Saved entries:

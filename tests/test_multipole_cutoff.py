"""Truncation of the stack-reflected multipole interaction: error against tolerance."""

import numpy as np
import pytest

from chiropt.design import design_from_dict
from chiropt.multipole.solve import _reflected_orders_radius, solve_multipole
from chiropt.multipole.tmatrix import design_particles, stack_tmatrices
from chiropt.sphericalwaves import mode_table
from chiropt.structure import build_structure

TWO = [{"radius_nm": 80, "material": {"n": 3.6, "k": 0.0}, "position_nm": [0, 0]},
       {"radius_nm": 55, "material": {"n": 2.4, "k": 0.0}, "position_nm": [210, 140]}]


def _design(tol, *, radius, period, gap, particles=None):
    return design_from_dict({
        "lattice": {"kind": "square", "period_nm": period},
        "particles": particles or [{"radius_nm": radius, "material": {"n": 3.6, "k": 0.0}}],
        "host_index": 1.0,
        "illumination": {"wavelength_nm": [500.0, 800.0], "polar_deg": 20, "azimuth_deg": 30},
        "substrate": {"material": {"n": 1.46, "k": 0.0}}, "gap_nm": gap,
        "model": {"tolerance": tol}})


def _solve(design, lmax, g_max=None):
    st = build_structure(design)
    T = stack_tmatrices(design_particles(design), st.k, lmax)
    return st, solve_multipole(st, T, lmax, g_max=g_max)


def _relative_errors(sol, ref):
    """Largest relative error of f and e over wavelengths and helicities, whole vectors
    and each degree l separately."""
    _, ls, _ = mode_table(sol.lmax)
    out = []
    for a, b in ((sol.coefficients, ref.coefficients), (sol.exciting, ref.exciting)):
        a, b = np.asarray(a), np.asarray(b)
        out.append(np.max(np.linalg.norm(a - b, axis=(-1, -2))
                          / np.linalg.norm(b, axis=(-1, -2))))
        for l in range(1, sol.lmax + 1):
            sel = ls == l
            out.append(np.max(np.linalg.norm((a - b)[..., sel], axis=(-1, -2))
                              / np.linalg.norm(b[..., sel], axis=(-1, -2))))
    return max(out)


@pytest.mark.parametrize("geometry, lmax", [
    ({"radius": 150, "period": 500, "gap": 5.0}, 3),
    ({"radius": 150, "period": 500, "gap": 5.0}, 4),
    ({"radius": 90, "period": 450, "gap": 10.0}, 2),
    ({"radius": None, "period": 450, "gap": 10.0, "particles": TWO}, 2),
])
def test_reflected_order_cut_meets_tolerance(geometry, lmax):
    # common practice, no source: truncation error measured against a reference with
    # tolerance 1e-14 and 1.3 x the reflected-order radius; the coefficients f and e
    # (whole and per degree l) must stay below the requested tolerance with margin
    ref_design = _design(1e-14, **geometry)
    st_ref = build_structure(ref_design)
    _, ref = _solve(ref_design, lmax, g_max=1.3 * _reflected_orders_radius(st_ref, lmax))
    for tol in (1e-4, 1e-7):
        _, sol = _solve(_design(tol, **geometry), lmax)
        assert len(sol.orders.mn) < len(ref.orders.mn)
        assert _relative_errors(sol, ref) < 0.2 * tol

→ What the exercise asks
Make an exact transcription of the entries.

→ Answer box
filename tests/test_multipole_cutoff.py
"""Truncation of the stack-reflected multipole interaction: error against tolerance."""

import numpy as np
import pytest

from chiropt.design import design_from_dict
from chiropt.multipole.solve import _reflected_orders_radius, solve_multipole
from chiropt.multipole.tmatrix import design_particles, stack_tmatrices
from chiropt.sphericalwaves import mode_table
from chiropt.structure import build_structure

TWO = [{"radius_nm": 80, "material": {"n": 3.6, "k": 0.0}, "position_nm": [0, 0]},
       {"radius_nm": 55, "material": {"n": 2.4, "k": 0.0}, "position_nm": [210, 140]}]


def _design(tol, *, radius, period, gap, particles=None):
    return design_from_dict({
        "lattice": {"kind": "square", "period_nm": period},
        "particles": particles or [{"radius_nm": radius, "material": {"n": 3.6, "k": 0.0}}],
        "host_index": 1.0,
        "illumination": {"wavelength_nm": [500.0, 800.0], "polar_deg": 20, "azimuth_deg": 30},
        "substrate": {"material": {"n": 1.46, "k": 0.0}}, "gap_nm": gap,
        "model": {"tolerance": tol}})


def _solve(design, lmax, g_max=None):
    st = build_structure(design)
    T = stack_tmatrices(design_particles(design), st.k, lmax)
    return st, solve_multipole(st, T, lmax, g_max=g_max)


def _relative_errors(sol, ref):
    """Largest relative error of f and e over wavelengths and helicities, whole vectors
    and each degree l separately."""
    _, ls, _ = mode_table(sol.lmax)
    out = []
    for a, b in ((sol.coefficients, ref.coefficients), (sol.exciting, ref.exciting)):
        a, b = np.asarray(a), np.asarray(b)
        out.append(np.max(np.linalg.norm(a - b, axis=(-1, -2))
                          / np.linalg.norm(b, axis=(-1, -2))))
        for l in range(1, sol.lmax + 1):
            sel = ls == l
            out.append(np.max(np.linalg.norm((a - b)[..., sel], axis=(-1, -2))
                              / np.linalg.norm(b[..., sel], axis=(-1, -2))))
    return max(out)


@pytest.mark.parametrize("geometry, lmax", [
    ({"radius": 150, "period": 500, "gap": 5.0}, 3),
    ({"radius": 150, "period": 500, "gap": 5.0}, 4),
    ({"radius": 90, "period": 450, "gap": 10.0}, 2),
    ({"radius": None, "period": 450, "gap": 10.0, "particles": TWO}, 2),
])
def test_reflected_order_cut_meets_tolerance(geometry, lmax):
    # common practice, no source: truncation error measured against a reference with
    # tolerance 1e-14 and 1.3 x the reflected-order radius; the coefficients f and e
    # (whole and per degree l) must stay below the requested tolerance with margin
    ref_design = _design(1e-14, **geometry)
    st_ref = build_structure(ref_design)
    _, ref = _solve(ref_design, lmax, g_max=1.3 * _reflected_orders_radius(st_ref, lmax))
    for tol in (1e-4, 1e-7):
        _, sol = _solve(_design(tol, **geometry), lmax)
        assert len(sol.orders.mn) < len(ref.orders.mn)
        assert _relative_errors(sol, ref) < 0.2 * tol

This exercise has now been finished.